→ **EXERCISE INSTRUCTIONS**
After finding the line that contains "target = inputs.fit.analysis.sampler.target_ess", give again that line and each one following it, exactly, until the records end.

→ **RECORDED DATA**
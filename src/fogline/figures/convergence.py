"""Evidence for or against convergence: traces, R-hat, sample sizes, autocorrelation times."""

from __future__ import annotations

import textwrap
from collections.abc import Sequence
from typing import Any, Final

import numpy as np
from matplotlib.axes import Axes
from matplotlib.figure import Figure
from numpy.typing import NDArray

from fogline.figures.axis import plain_log_ticks
from fogline.figures.inputs import ONE_SIGMA, FigureInputs
from fogline.figures.style import COLOURS, SMALL, TWO_COLUMNS, WARNING, add_note, styled

Array = NDArray[np.float64]

N_TRACES: Final = 3
"""Parameters whose traces are drawn: those with the largest R-hat."""

TRUSTED_LENGTH: Final = 50.0
"""Chains shorter than this many autocorrelation times give no trusted estimate (emcee)."""

TRACE_POINTS: Final = 400
"""Steps of a trace that are drawn, about."""

LEAST_EXCESS: Final = 1e-5
"""Floor of R-hat - 1 on its axis."""


@styled
def draw(inputs: FigureInputs) -> Figure:
    """Draw traces of the least converged parameters and every diagnostic, under the verdict.

    Parameters
    ----------
    inputs : FigureInputs

    Returns
    -------
    matplotlib.figure.Figure
    """
    figure = Figure(figsize=(TWO_COLUMNS, 4.8), layout="constrained")
    _title(figure, inputs)
    left, right = figure.subfigures(1, 2, squeeze=False)[0]
    traces = list(left.subplots(N_TRACES, sharex=True))
    for axes, index in zip(traces, _least_converged(inputs), strict=False):
        _draw_trace(axes, inputs, index)
    traces[0].legend(loc="upper right", ncols=4)
    traces[-1].set_xlabel("step after warm-up")
    rhat, sizes, growth = right.subplots(3)
    _draw_rhat(rhat, inputs)
    _draw_sizes(sizes, inputs)
    _draw_growth(growth, inputs)
    for part in (left, right):
        part.align_ylabels()
    add_note(figure, ["Left: median and 68% of each ensemble's walkers, where R-hat is largest."])
    return figure


def _title(figure: Figure, inputs: FigureInputs) -> None:
    if inputs.converged:
        figure.suptitle("converged", weight="bold")
        return
    reasons = [f"– {reason}" for reason in inputs.convergence.get("reasons", [])]
    lines = ["not converged", *(part for r in reasons for part in textwrap.wrap(r, 120))]
    figure.suptitle("\n".join(lines), color=WARNING, weight="bold", linespacing=1.3)


def _number(value: Any) -> float:
    """Return a number of the JSON file; None stands for what is not finite."""
    return float("nan") if value is None else float(value)


def _least_converged(inputs: FigureInputs) -> list[int]:
    rhat = np.array([_number(p["rhat"]) for p in inputs.convergence["parameters"]])
    order = np.argsort(-np.where(np.isnan(rhat), np.inf, rhat), kind="stable")
    return sorted(int(i) for i in order[:N_TRACES])


def _draw_trace(axes: Axes, inputs: FigureInputs, index: int) -> None:
    prior = inputs.fit.posterior.prior
    for number, result in enumerate(inputs.ensembles):
        stride = 1 + len(result.chain) // TRACE_POINTS
        x = result.chain[::stride]
        theta = prior.to_parameters(x.reshape(-1, x.shape[2]))[:, index].reshape(x.shape[:2])
        steps = result.thin * (1 + stride * np.arange(len(x)))
        lo, median, hi = np.quantile(theta, ONE_SIGMA, axis=1)
        colour = COLOURS[number % len(COLOURS)]
        axes.fill_between(steps, lo, hi, color=colour, alpha=0.2, linewidth=0.0)
        axes.plot(steps, median, color=colour, linewidth=0.7, label=f"ensemble {result.index}")
    axes.set_ylabel(_label(inputs.fit.prior.names[index]))
    lo, hi = axes.get_ylim()
    axes.set_ylim(lo, hi + 0.2 * (hi - lo))


def _label(name: str) -> str:
    kind, _, of = name.rstrip("]").partition("[")
    symbol = {"log_f": r"\log f", "evolution": r"\gamma"}.get(kind)
    if symbol is None:
        return f"{kind} {of}".replace("_", " ").strip()
    column, _, segment = of.partition(", ")
    return rf"${symbol}_{{{float(column):g}{', ' + segment if segment else ''}}}$"


def _parameter_axis(axes: Axes, parameters: Sequence[dict[str, Any]]) -> Array:
    x = np.arange(len(parameters), dtype=float)
    axes.set_xticks(x, [_label(p["name"]) for p in parameters], rotation=90, fontsize=SMALL)
    axes.tick_params(axis="x", which="minor", bottom=False, top=False)
    axes.set_xlim(-0.6, len(x) - 0.4)
    return x


def _largest(values: Array, floor: float) -> float:
    return float(np.fmax.reduce(values, initial=floor))


def _mark_line(axes: Axes, y: float, text: str) -> None:
    """Draw a horizontal line with its meaning written on it."""
    axes.axhline(y, color=WARNING, linestyle="--", linewidth=0.9)
    axes.annotate(
        text,
        (0.025, y),
        xycoords=axes.get_yaxis_transform(),
        xytext=(0.0, 1.5),
        textcoords="offset points",
        va="bottom",
        color=WARNING,
        fontsize=SMALL,
    )


def _draw_rhat(axes: Axes, inputs: FigureInputs) -> None:
    parameters = inputs.convergence["parameters"]
    allowed = inputs.fit.analysis.sampler.max_rhat
    excess = np.array([_number(p["rhat"]) for p in parameters]) - 1.0
    x = _parameter_axis(axes, parameters)
    axes.tick_params(axis="x", labelbottom=False)
    top = 10.0 * _largest(excess, allowed - 1.0)
    # R-hat may fall below 1 by chance, and has no place on the logarithmic axis there.
    axes.plot(x, np.maximum(excess, LEAST_EXCESS), "o", color=COLOURS[0], gid="rhat")
    infinite = x[np.isnan(excess)]
    axes.plot(infinite, np.full(len(infinite), 0.5 * top), "^", color=WARNING, gid="rhat:infinite")
    _mark_line(axes, allowed - 1.0, f"largest allowed: {allowed:g}")
    axes.set_yscale("log")
    axes.set_ylim(0.5 * LEAST_EXCESS, top)
    axes.set_ylabel(r"$\hat{R} - 1$")


def _draw_sizes(axes: Axes, inputs: FigureInputs) -> None:
    parameters = inputs.convergence["parameters"]
    target = inputs.fit.analysis.sampler.target_ess
    x = _parameter_axis(axes, parameters)
    largest = float(target)
    for key, label, marker, colour in (
        ("ess_bulk", "bulk", "o", COLOURS[0]),
        ("ess_tail", "tail", "^", COLOURS[1]),
    ):
        sizes = np.array([_number(p[key]) for p in parameters])
        axes.plot(x, sizes, marker, color=colour, label=label, gid=key)
        largest = _largest(sizes, largest)
    _mark_line(axes, target, f"target: {target:g}")
    axes.set_yscale("log")
    axes.set_ylim(0.25 * target, 6.0 * largest)
    axes.set_ylabel("effective samples")
    axes.legend(loc="upper right", ncols=2)


def _draw_growth(axes: Axes, inputs: FigureInputs) -> None:
    largest = 0.0
    for number, entry in enumerate(inputs.convergence["autocorrelation"]):
        times = np.array([_number(time) for time in entry["time"]])
        axes.plot(entry["steps"], times, marker="o", color=COLOURS[number % len(COLOURS)])
        largest = _largest(times, largest)
    axes.set_xscale("log")
    axes.set_yscale("log")
    ends = np.array(axes.get_xlim())
    trusted = ends / TRUSTED_LENGTH
    axes.plot(ends, trusted, "--", color=WARNING, linewidth=0.9, label="chain length / 50")
    axes.set_xlim(*ends)
    axes.set_ylim(top=4.0 * max(largest, trusted[1]))
    axes.set_xlabel("chain length [steps]")
    axes.set_ylabel("autocorrelation\ntime [steps]")
    plain_log_ticks(axes.xaxis)
    plain_log_ticks(axes.yaxis)
    axes.legend(loc="upper left")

→ **EXERCISE SOLUTION**
    target = inputs.fit.analysis.sampler.target_ess
    x = _parameter_axis(axes, parameters)
    largest = float(target)
    for key, label, marker, colour in (
        ("ess_bulk", "bulk", "o", COLOURS[0]),
        ("ess_tail", "tail", "^", COLOURS[1]),
    ):
        sizes = np.array([_number(p[key]) for p in parameters])
        axes.plot(x, sizes, marker, color=colour, label=label, gid=key)
        largest = _largest(sizes, largest)
    _mark_line(axes, target, f"target: {target:g}")
    axes.set_yscale("log")
    axes.set_ylim(0.25 * target, 6.0 * largest)
    axes.set_ylabel("effective samples")
    axes.legend(loc="upper right", ncols=2)


def _draw_growth(axes: Axes, inputs: FigureInputs) -> None:
    largest = 0.0
    for number, entry in enumerate(inputs.convergence["autocorrelation"]):
        times = np.array([_number(time) for time in entry["time"]])
        axes.plot(entry["steps"], times, marker="o", color=COLOURS[number % len(COLOURS)])
        largest = _largest(times, largest)
    axes.set_xscale("log")
    axes.set_yscale("log")
    ends = np.array(axes.get_xlim())
    trusted = ends / TRUSTED_LENGTH
    axes.plot(ends, trusted, "--", color=WARNING, linewidth=0.9, label="chain length / 50")
    axes.set_xlim(*ends)
    axes.set_ylim(top=4.0 * max(largest, trusted[1]))
    axes.set_xlabel("chain length [steps]")
    axes.set_ylabel("autocorrelation\ntime [steps]")
    plain_log_ticks(axes.xaxis)
    plain_log_ticks(axes.yaxis)
    axes.legend(loc="upper left")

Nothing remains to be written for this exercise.